If the lab is successful at breaking into a system, that’s a good thing. Exposing a vulnerability in the lab gives vendors the opportunity to correct a problem before a product goes to market or to fix a problem if the product is already in circulation.
If the research team fails to get into a system, well, that’s okay too. That means the system’s designers are on top of their game and did a great job protecting the system’s integrity and locking it tight.
Since it opened, Chandy says the lab has made significant discoveries that helped vendors and saved consumers considerable headache. But because of the often secretive nature of the lab’s work and its basis in security, the limelight of commercial success doesn’t always extend to the lab’s cubicles and workbenches.
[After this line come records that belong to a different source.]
// send encodes the typed write with the server's ids as known now, posts
// it, and returns the server's id and version of each series it carried.
// A revision or withdrawal carries only the series whose ledger entry
// still records its value ([encode.Write.Current]); one with none left is
// settled without a request.
//
// A server may cap the entries of a transaction that needs strict isolation
// (conditional creates do): Medplum's cap is 8. When a write fits, it is one
// transaction of Observations and Provenance; when it does not, the
// Observations go in transactions of at most MaxTransactionEntries and the
// Provenance follows on its own. Every request is conditional, so a crash
// between them is mended by sending the write again.
//
// An update that fails its If-Match (412) is resolved by reading what the
// server holds: this write's own value (a copy the server committed late,
// or an answer lost) counts as acknowledged; an earlier value of this
// service's for the series is updated once more against the version read;
// anything else is a revision this service did not write, which it never
// overwrites: the write goes to the dead letters. A create whose condition
// matched an Observation of the series holding another value is sent on as
// an update of it (see [Engine.create]).
func (e *Engine) send(ctx context.Context, w store.Write) (map[string][2]string, error) {
	var tw encode.Write
	if err := json.Unmarshal(w.Body, &tw); err != nil {
		return nil, &client.Error{Op: "decode outbox write", Status: http.StatusBadRequest, Outcome: err.Error()}
	}
	deviceRef, err := e.serverDevice(ctx)
	if err != nil {
		return nil, err
	}
	if tw.Kind == encode.WriteCreate {
		return e.create(ctx, tw, deviceRef)
	}
	keys, err := tw.Keys()
	if err != nil {
		return nil, &client.Error{Op: "decode outbox write", Status: http.StatusBadRequest, Outcome: err.Error()}
	}
	server := make(map[string]encode.ServerRef, len(tw.Series))
	current := tw.Series[:0:0]
	for _, s := range tw.Series {
		en, err := e.cfg.Store.Entry(ctx, s)
		if err != nil {
			return nil, fmt.Errorf("engine: %w", err)
		}
		if !tw.Current(keys, s, en.Key, en.Status) {
			// A later write carries the series' current value; this one,
			// sent after it (a dead letter retried, say), would put an
			// older value back over it, If-Match and all, since the
			// ledger holds the server's version of the later one.
			continue
		}
		if en.ServerID == "" {
			return nil, errOrphan
		}
		server[s] = encode.ServerRef{ID: en.ServerID, Version: en.ServerVersion}
		current = append(current, s)
	}
	if len(current) < len(tw.Series) {
		e.log.InfoContext(ctx, "a write carried values that later writes replaced; only the current ones are sent", "write", w.ID, "series", len(tw.Series), "current", len(current))
	}
	if len(current) == 0 {
		return map[string][2]string{}, nil
	}
	tw.Series = current
	return e.update(ctx, tw, deviceRef, server, true)
}

// create sends a create write. A create is conditional on the series, so
// an entry answered 200 matched an Observation of the series already on
// the server: a copy of an earlier create committed late, or a value
// derived before (by serve from fewer readings, before a backfill). Unless
// it already holds this write's value, it is updated to this write's value
// against the version read, as a revision is; a value this service did
// not write is never overwritten (see [Engine.ownValue]). A matched value
// whose key this service's ledger does not know (written from another
// store) cannot be compared with what was written: it is updated when it
// holds a live status this service writes (final or amended), and
// otherwise left to an operator.
func (e *Engine) create(ctx context.Context, tw encode.Write, deviceRef string) (map[string][2]string, error) {
	plan, err := e.cfg.Encoder.Plan(tw, nil, encode.TxConfig{DeviceRef: deviceRef, ProvenanceTagSystem: e.cfg.ProvenanceTagSystem})
	if err != nil {
		return nil, &client.Error{Op: "encode outbox write", Status: http.StatusBadRequest, Outcome: err.Error()}
	}
	ids, matched, err := e.sendPlan(ctx, tw.Kind, plan, true)
	if err != nil || len(matched) == 0 {
		return ids, err
	}
	stale := make(map[string]encode.ServerRef, len(matched))
	var revise []string
	for i := range plan.Len() {
		series := plan.Series(i)
		if !matched[series] {
			continue
		}
		held, err := e.readHeld(ctx, ids[series][0])
		if err != nil {
			return nil, err
		}
		own, err := e.ownValue(ctx, series, held, plan.Key(i), plan.Observation(i))
		if err != nil {
			return nil, err
		}
		switch {
		case own.unknown && (held.status == statusFinal || held.status == statusAmended):
			// Another store's value of the series: updated below.
		case !own.ok:
			return nil, foreign(own.why)
		case held.key == plan.Key(i) && !held.withdrawn:
			ids[series] = [2]string{ids[series][0], held.version}
			continue
		}
		stale[series] = encode.ServerRef{ID: ids[series][0], Version: held.version}
		revise = append(revise, series)
	}
	if len(revise) == 0 {
		return ids, nil
	}
	// The create carried this derivation's Provenance, which the server
	// holds now, citing the matched Observations: the update writes the
	// values only, so the derivation keeps one Provenance.
	rw := tw
	rw.Kind = encode.WriteRevise
	rw.Series = revise
	revised, err := e.update(ctx, rw, deviceRef, stale, false)
	if err != nil {
		return nil, err
	}
	for s, id := range revised {
		ids[s] = id
	}
	return ids, nil
}

// update sends a revision or withdrawal against the server's versions,
// resolving a failed If-Match as [Engine.send] describes; withProvenance
// says whether its Provenance goes too.
//
// After a failed If-Match, the values the server already holds as this
// write writes them (a split write that partly landed, a late copy, an
// answer lost) are not sent again: the rest is sent against the versions
// read, and the Provenance still cites every value, with the versions the
// write was made to replace as the revised ones (server's versions when
// update was called). When every value landed, the Provenance is still
// sent: it may be what failed, and its create is conditional on its tag,
// so the server keeps one.
func (e *Engine) update(ctx context.Context, tw encode.Write, deviceRef string, server map[string]encode.ServerRef, withProvenance bool) (map[string][2]string, error) {
	server = maps.Clone(server)
	landed := make(map[string][2]string, len(tw.Series))
	for attempt := 0; ; attempt++ {
		plan, err := e.cfg.Encoder.Plan(tw, server, encode.TxConfig{DeviceRef: deviceRef, ProvenanceTagSystem: e.cfg.ProvenanceTagSystem})
		if err == nil && len(landed) > 0 {
			done := make(map[string]string, len(landed))
			for s, id := range landed {
				done[s] = id[0]
			}
			plan, err = plan.Remaining(done)
		}
		if err != nil {
			return nil, &client.Error{Op: "encode outbox write", Status: http.StatusBadRequest, Outcome: err.Error()}
		}
		ids, _, err := e.sendPlan(ctx, tw.Kind, plan, withProvenance)
		if err == nil {
			maps.Copy(ids, landed)
			return ids, nil
		}
		if !errors.Is(err, client.ErrPreconditionFailed) || errors.Is(err, errCreateMatchesMany) {
			return nil, err
		}
		now, again, rerr := e.afterPrecondition(ctx, tw.Kind, plan, server)
		if rerr != nil {
			return nil, rerr
		}
		if e.oneTransaction(plan, withProvenance) && ifMatchHeld(plan, server, again) {
			// Every update's If-Match names the version the server still
			// holds, so none of them failed: the 412 answered the only other
			// condition in the transaction, the Provenance's. Sending it
			// again meets the same answer.
			return nil, provenanceMatchesMany(err, false)
		}
		maps.Copy(landed, now)
		if len(again) > 0 && attempt >= 2 {
			return nil, err // retried later from the outbox
		}
		for s, v := range again {
			sr := server[s]
			if sr.Revises == "" {
				sr.Revises = sr.Version
			}
			sr.Version = v
			server[s] = sr
		}
	}
}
When students find a potential vulnerability in a system, the lab immediately notifies the vendor or system provider so the weakness can be addressed. A lot of times, news of the discovery stops there. Chandy recounts a time when he and other lab members heard of a significant system vulnerability being discussed at a national cybersecurity conference. It sounded familiar. Chandy turned to his colleagues and whispered, “Didn’t we find that months ago?” Such is the nature of the business.
“The lab we have here is pretty unique for a university,” says Chandy. “A lot of times, the way we get into these systems is not necessarily through back doors. I would call them testing and debugging phases,” Chandy says. “One of the things a vendor wants to do when they release these systems is they want to test it. So they leave the interfaces open so we can do just that.”